__EXERCISE DESCRIPTION__
In the records below, the lines from the one with "plw_rectifier_law law;" through the last are to be printed exactly, and nothing else.

• • •

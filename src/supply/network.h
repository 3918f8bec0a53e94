/* The filter as a linear network: states, their flow without the rectifier, mean values.
 * SPDX-License-Identifier: GPL-3.0-or-later */
#ifndef SUPPLY_NETWORK_H
#define SUPPLY_NETWORK_H

#include "platewright/rectifier.h"
#include "supply/diode.h"

enum { PLW_STATES_MOST = 2 * PLW_SECTIONS_MOST + 1 };

/* States in order from the rectifier: reservoir volts (absent with choke input), then for each section the current of
 * its choke, if it is one, and the volts of its capacitor.  Angles in radian of the mains take the place of time:
 *     dx/dangle = a x + input[0] w + load I + constant
 * where w is the current into the reservoir, or with choke input the voltage at the first choke: either acts on x[0].
 */
typedef struct {
    plw_rectifier_law law;
    size_t states;
    bool choke_input;
    double omega;
    double a[PLW_STATES_MOST][PLW_STATES_MOST];
    double input;
    double load[PLW_STATES_MOST];     /* by the constant current drawn at the output */
    double constant[PLW_STATES_MOST]; /* by drawn_amps */
    size_t nodes;
    size_t node_state[PLW_NODES_MOST];
    double node_farads[PLW_NODES_MOST];
    size_t output;         /* state of the output node */
    double output_siemens; /* bleeder and load resistor */
    double period;         /* pi, or 2 pi when the two halves of a cycle differ */
    double series_ohms;    /* DC resistance from rectifier to output */
    double drawn_amps;     /* all of drawn_amps together */
} plw_network;

/* In: a valid description; load_ohms > 0 or 0 for none */
void plw_network_make(plw_network *network, const plw_rectifier *supply, double load_ohms);

/* DC drops with a first node (or, choke input, a rectifier output) at `volts`: the current wanted from the rectifier,
 * and the DC state. */
double plw_network_demand(const plw_network *network, const plw_rectifier *supply, double load_amps, double volts,
                          double state[PLW_STATES_MOST]);

/* Mean volts of every node from those of the output: exact, since capacitors carry no mean current and chokes no mean
 * voltage. */
void plw_network_means(const plw_network *network, const plw_rectifier *supply, double load_amps, double output_volts,
                       double node_volts[PLW_NODES_MOST]);

#endif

• • •

__WRITTEN RESPONSE__
    plw_rectifier_law law;
    size_t states;
    bool choke_input;
    double omega;
    double a[PLW_STATES_MOST][PLW_STATES_MOST];
    double input;
    double load[PLW_STATES_MOST];     /* by the constant current drawn at the output */
    double constant[PLW_STATES_MOST]; /* by drawn_amps */
    size_t nodes;
    size_t node_state[PLW_NODES_MOST];
    double node_farads[PLW_NODES_MOST];
    size_t output;         /* state of the output node */
    double output_siemens; /* bleeder and load resistor */
    double period;         /* pi, or 2 pi when the two halves of a cycle differ */
    double series_ohms;    /* DC resistance from rectifier to output */
    double drawn_amps;     /* all of drawn_amps together */
} plw_network;

/* In: a valid description; load_ohms > 0 or 0 for none */
void plw_network_make(plw_network *network, const plw_rectifier *supply, double load_ohms);

/* DC drops with a first node (or, choke input, a rectifier output) at `volts`: the current wanted from the rectifier,
 * and the DC state. */
double plw_network_demand(const plw_network *network, const plw_rectifier *supply, double load_amps, double volts,
                          double state[PLW_STATES_MOST]);

/* Mean volts of every node from those of the output: exact, since capacitors carry no mean current and chokes no mean
 * voltage. */
void plw_network_means(const plw_network *network, const plw_rectifier *supply, double load_amps, double output_volts,
                       double node_volts[PLW_NODES_MOST]);

#endif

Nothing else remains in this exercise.